[Dataset entries]
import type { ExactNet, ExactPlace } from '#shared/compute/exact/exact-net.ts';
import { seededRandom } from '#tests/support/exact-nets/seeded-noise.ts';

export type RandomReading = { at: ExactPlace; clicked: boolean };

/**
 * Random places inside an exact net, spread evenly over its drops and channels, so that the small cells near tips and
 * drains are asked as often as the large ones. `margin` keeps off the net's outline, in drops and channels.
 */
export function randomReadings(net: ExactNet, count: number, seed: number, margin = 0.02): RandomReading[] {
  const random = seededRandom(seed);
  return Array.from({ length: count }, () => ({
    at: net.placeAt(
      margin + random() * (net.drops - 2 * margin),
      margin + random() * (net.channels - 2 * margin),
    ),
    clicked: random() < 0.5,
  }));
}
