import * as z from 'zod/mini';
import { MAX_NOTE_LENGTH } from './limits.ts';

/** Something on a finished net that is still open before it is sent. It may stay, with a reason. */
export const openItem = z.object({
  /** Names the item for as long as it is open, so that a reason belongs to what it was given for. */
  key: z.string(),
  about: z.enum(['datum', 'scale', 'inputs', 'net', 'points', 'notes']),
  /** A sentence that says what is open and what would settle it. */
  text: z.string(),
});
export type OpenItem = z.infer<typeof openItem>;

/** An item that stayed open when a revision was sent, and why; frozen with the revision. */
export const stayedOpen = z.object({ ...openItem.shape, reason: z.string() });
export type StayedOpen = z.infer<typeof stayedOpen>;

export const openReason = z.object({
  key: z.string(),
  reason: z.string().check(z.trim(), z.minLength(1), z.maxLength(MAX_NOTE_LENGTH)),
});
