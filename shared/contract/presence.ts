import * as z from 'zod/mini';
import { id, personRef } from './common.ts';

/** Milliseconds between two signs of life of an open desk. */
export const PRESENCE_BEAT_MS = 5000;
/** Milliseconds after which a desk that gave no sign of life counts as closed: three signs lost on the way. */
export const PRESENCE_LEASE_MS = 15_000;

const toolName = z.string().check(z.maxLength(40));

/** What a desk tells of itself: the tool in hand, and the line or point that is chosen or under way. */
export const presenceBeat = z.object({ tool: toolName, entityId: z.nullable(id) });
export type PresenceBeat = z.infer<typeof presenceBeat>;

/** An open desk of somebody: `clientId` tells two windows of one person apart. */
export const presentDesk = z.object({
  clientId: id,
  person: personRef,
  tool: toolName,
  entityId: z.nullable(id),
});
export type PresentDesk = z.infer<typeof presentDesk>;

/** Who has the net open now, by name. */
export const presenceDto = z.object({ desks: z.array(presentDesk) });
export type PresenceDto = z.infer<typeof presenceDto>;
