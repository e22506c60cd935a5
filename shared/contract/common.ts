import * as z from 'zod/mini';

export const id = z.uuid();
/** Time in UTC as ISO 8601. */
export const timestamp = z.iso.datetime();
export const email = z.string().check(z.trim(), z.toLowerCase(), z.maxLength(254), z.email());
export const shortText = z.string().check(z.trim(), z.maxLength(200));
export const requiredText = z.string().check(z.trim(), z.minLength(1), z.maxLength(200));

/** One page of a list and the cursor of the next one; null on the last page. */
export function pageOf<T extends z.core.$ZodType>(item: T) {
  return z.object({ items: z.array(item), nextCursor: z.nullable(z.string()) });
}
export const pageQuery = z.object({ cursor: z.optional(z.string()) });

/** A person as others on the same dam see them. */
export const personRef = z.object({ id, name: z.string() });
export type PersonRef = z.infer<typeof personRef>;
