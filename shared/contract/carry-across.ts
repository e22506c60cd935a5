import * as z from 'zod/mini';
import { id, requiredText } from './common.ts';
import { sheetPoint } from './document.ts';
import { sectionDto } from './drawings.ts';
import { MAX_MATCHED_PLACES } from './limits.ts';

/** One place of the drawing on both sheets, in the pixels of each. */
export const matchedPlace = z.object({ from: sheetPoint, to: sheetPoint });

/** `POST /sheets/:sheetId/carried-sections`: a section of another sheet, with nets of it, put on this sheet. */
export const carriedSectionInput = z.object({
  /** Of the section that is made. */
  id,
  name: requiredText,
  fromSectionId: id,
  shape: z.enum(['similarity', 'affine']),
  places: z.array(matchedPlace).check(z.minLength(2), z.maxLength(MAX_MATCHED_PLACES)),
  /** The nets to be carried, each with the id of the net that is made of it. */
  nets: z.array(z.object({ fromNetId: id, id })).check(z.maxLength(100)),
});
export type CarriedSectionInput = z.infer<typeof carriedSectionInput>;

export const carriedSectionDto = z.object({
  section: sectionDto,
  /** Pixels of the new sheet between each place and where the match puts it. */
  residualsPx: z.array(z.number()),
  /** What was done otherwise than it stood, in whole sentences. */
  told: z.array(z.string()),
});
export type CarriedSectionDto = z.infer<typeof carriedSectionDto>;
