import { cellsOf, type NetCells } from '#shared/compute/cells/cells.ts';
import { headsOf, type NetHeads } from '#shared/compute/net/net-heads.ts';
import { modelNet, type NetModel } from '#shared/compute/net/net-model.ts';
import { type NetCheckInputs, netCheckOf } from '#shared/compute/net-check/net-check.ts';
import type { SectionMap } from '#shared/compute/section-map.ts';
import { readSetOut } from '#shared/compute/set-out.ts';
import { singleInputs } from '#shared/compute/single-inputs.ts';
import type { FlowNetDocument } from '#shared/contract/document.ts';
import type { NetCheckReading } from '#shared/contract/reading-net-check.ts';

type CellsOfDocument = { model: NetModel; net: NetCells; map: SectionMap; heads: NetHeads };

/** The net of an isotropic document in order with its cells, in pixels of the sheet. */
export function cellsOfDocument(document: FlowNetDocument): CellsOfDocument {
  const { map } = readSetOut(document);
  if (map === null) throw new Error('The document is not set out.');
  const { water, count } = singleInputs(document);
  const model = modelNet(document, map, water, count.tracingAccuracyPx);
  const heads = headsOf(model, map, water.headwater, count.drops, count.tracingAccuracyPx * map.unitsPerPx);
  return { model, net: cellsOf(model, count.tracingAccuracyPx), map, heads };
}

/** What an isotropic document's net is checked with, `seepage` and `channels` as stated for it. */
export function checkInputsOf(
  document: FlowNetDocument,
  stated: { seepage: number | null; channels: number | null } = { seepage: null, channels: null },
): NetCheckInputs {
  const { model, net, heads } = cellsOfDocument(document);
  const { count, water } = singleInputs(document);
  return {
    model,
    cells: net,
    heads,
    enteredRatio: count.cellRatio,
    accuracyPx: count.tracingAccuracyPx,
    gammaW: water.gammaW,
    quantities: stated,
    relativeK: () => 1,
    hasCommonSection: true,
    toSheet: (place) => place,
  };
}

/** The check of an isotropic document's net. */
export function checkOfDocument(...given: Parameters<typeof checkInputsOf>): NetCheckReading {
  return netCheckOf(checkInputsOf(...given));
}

* **Your goal**
Copy the lines above exactly, beginning at the line that has "export const shortText" and stopping after the line that has "filename shared/contract/carry-across.ts", and omit the rest.

* **Reply to the exercise**
export const shortText = z.string().check(z.trim(), z.maxLength(200));
export const requiredText = z.string().check(z.trim(), z.minLength(1), z.maxLength(200));

/** One page of a list and the cursor of the next one; null on the last page. */
export function pageOf<T extends z.core.$ZodType>(item: T) {
  return z.object({ items: z.array(item), nextCursor: z.nullable(z.string()) });
}
export const pageQuery = z.object({ cursor: z.optional(z.string()) });

/** A person as others on the same dam see them. */
export const personRef = z.object({ id, name: z.string() });
export type PersonRef = z.infer<typeof personRef>;
filename shared/contract/carry-across.ts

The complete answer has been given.